This is a TensorFlow implementation of the paper A Neural Algorithm of Artistic Style. The Neural Style Transfer algorithm synthesizes new artistic images by combining the content of one image with the style of another image using a pre-trained Convolutional Neural Network (VGG-19) . Below you will find some of the generated images.
Here, we are using the Department of Informatics and Telecommunications as content image and various well known paintings as style images. Clearly, the algorithm produces visually appealing results:
Next, we will be using the Parthenon as the content image:
One can adjust the trade-off between content and style by modifying the parameters a and b of the algorithm (see Implementation Details below). From left to right the parameter b (emphasis on style) is increased, whereas parameter a (emphasis on content) is fixed. The style image used here is Wassily Kardinsky's Composition VII:
The generated image is initialized with a percentage of white noise (the percentage for the examples above was 99%) before being fed to the
ConvNet. The optimizer of choice in this implemetation is the Adam Optimizer, instead of
L-BFGS, which is what the authors of the paper used. As a result, the parameters of the
algorithm required some tuning in order to obtain good results. In particular, we experimented with different values of content weight,
style weight and learning rate.
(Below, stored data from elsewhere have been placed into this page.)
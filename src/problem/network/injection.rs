//! Powers and voltages of a network as quadratic forms of the real lifted voltage vector.
//!
//! The vector is w = (Re V_1, .., Re V_N, Im V_k for every bus k but the reference), of length 2N - 1: the angle of
//! the reference bus is fixed by Im V_ref = 0, which takes the common rotation of all voltages away, so that a
//! rank-one X = ww' determines w up to its sign. For a line from l to m with series admittance y = g + ib and total
//! charging susceptance c (model with half of it at each end; common practice), the power that leaves l is
//! `V_l conj((y + ic/2) V_l - y V_m)`, hence
//!
//! ```text
//! P_lm = g (|V_l|^2 - Re(V_l conj V_m)) - b Im(V_l conj V_m)
//! Q_lm = -(b + c/2) |V_l|^2 + b Re(V_l conj V_m) - g Im(V_l conj V_m)
//! ```
//!
//! with Re(V_l conj V_m) = e_l e_m + f_l f_m and Im(V_l conj V_m) = f_l e_m - e_l f_m for V = e + if. These are the
//! matrices of J. Lavaei, S. Low, IEEE Transactions on Power Systems 27:92-107, 2012 (citation from memory), written
//! by entries. Nothing here rounds unless a given number times 1/2 does.

/// Entries `(i, j, value)` of a symmetric matrix; each unordered pair stands for both triangles, equal positions add.
pub type Terms = Vec<(usize, usize, f64)>;

/// Where the parts of the bus voltages stand in the lifted vector.
#[derive(Clone, Copy, Debug, PartialEq, Eq)]
pub struct Lift {
    buses: usize,
    reference: usize,
}

/// A line between two buses in the per-unit system.
#[derive(Clone, Copy, Debug, PartialEq)]
pub struct Branch {
    /// Series conductance g.
    pub conductance: f64,
    /// Series susceptance b, negative for an inductive line.
    pub susceptance: f64,
    /// Total charging susceptance c.
    pub charging: f64,
}

/// Active and reactive power as two forms.
#[derive(Clone, Debug, Default, PartialEq)]
pub struct Power {
    /// Active power P.
    pub active: Terms,
    /// Reactive power Q.
    pub reactive: Terms,
}

impl Lift {
    /// Makes the lift of `buses` buses, counted from 0, of which `reference` keeps no imaginary part.
    #[track_caller]
    pub fn new(buses: usize, reference: usize) -> Self {
        assert!(reference < buses, "reference bus {reference} of {buses} buses");
        Lift { buses, reference }
    }

    /// Returns the length 2N - 1 of the lifted vector.
    pub fn order(&self) -> usize {
        2 * self.buses - 1
    }

    /// Returns the place of Re V_k.
    pub fn real(&self, bus: usize) -> usize {
        bus
    }

    /// Returns the place of Im V_k; none for the reference bus, where it is 0.
    pub fn imaginary(&self, bus: usize) -> Option<usize> {
        match bus.cmp(&self.reference) {
            std::cmp::Ordering::Less => Some(self.buses + bus),
            std::cmp::Ordering::Equal => None,
            std::cmp::Ordering::Greater => Some(self.buses + bus - 1),
        }
    }

    /// Adds `weight |V_k|^2`.
    pub fn add_square(&self, bus: usize, weight: f64, terms: &mut Terms) {
        let places = [Some(self.real(bus)), self.imaginary(bus)];
        terms.extend(places.into_iter().flatten().map(|place| (place, place, weight)));
    }

    /// Adds `cosine Re(V_l conj V_m) + sine Im(V_l conj V_m)` for two different buses.
    pub fn add_product(&self, l: usize, m: usize, cosine: f64, sine: f64, terms: &mut Terms) {
        let (e_l, e_m) = (self.real(l), self.real(m));
        let (f_l, f_m) = (self.imaginary(l), self.imaginary(m));
        terms.push((e_l, e_m, 0.5 * cosine));
        if let (Some(f_l), Some(f_m)) = (f_l, f_m) {
            terms.push((f_l, f_m, 0.5 * cosine));
        }
        terms.extend(f_l.map(|f_l| (f_l, e_m, 0.5 * sine)));
        terms.extend(f_m.map(|f_m| (e_l, f_m, -0.5 * sine)));
    }

    /// Adds the power that leaves `from` into the line to `to`.
    pub fn add_flow(&self, from: usize, to: usize, branch: Branch, power: &mut Power) {
        let Branch { conductance: g, susceptance: b, charging } = branch;
        self.add_square(from, g, &mut power.active);
        self.add_product(from, to, -g, -b, &mut power.active);
        self.add_square(from, -(b + 0.5 * charging), &mut power.reactive);
        self.add_product(from, to, b, -g, &mut power.reactive);
    }
}

#[cfg(test)]
mod tests {
    use super::*;

    type Complex = (f64, f64);

    fn times(a: Complex, b: Complex) -> Complex {
        (a.0 * b.0 - a.1 * b.1, a.0 * b.1 + a.1 * b.0)
    }

    fn evaluate(terms: &Terms, w: &[f64]) -> f64 {
        terms.iter().map(|&(i, j, v)| (if i == j { 1.0 } else { 2.0 }) * v * w[i] * w[j]).sum()
    }

    /// Compares the forms with V_l conj(I) computed in complex numbers, for every position of the reference.
    #[test]
    fn forms_equal_complex_arithmetic() {
        for reference in 0..3 {
            let mut voltages: Vec<Complex> = vec![(1.02, -0.11), (0.97, 0.23), (1.05, 0.08)];
            voltages[reference].1 = 0.0;
            let lift = Lift::new(3, reference);
            let mut w = vec![0.0; lift.order()];
            for (k, v) in voltages.iter().enumerate() {
                w[lift.real(k)] = v.0;
                if let Some(place) = lift.imaginary(k) {
                    w[place] = v.1;
                }
            }
            let branch = Branch { conductance: 1.7, susceptance: -4.3, charging: 0.6 };
            for (l, m) in [(0, 1), (1, 0), (1, 2), (2, 0)] {
                let (v, u) = (voltages[l], voltages[m]);
                let own = times((branch.conductance, branch.susceptance + 0.3), v);
                let other = times((branch.conductance, branch.susceptance), u);
                let conjugate = (own.0 - other.0, -(own.1 - other.1));
                let (p, q) = times(v, conjugate);
                let mut power = Power::default();
                lift.add_flow(l, m, branch, &mut power);
                assert!((evaluate(&power.active, &w) - p).abs() < 1e-14);
                assert!((evaluate(&power.reactive, &w) - q).abs() < 1e-14);
                let mut square = Terms::new();
                lift.add_square(l, 2.0, &mut square);
                assert!((evaluate(&square, &w) - 2.0 * (v.0 * v.0 + v.1 * v.1)).abs() < 1e-14);
            }
        }
    }
}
After some 'trial and error', we ended up with the following:
content weight (alpha) = 5
style weight (beta) = 50000/100000/500000 (depending on the style image being used)
learning rate = 10
With certain images, the style weight might need to be adjusted (choose one of the values shown above).
The layers used for the style reconstructions are, as advised in the paper, conv1_1, conv2_1, conv3_1, conv4_1 and conv5_1 (in general
the weight for each "active" layer is 1 / number of active layers, in our case 1/5) . For the content reconstructions layer conv4_2 was used,
again, as advised in the paper.
In general, running the algorithm for 1000-1500 iterations produces nice results. However, it is highly advised to run the algorithm on a GPU, since it significantly speeds up the process. For a 400x300 image, 1000 iterations take about 60 minutes on a CPU!
Sidenote: Both the content and style image must be the same dimensions
- The pre-trained VGG-19 network can be found here (see VGG-VD section). After downloading,
place it on
./pretrained-model/imagenet-vgg-verydeep-19.mat.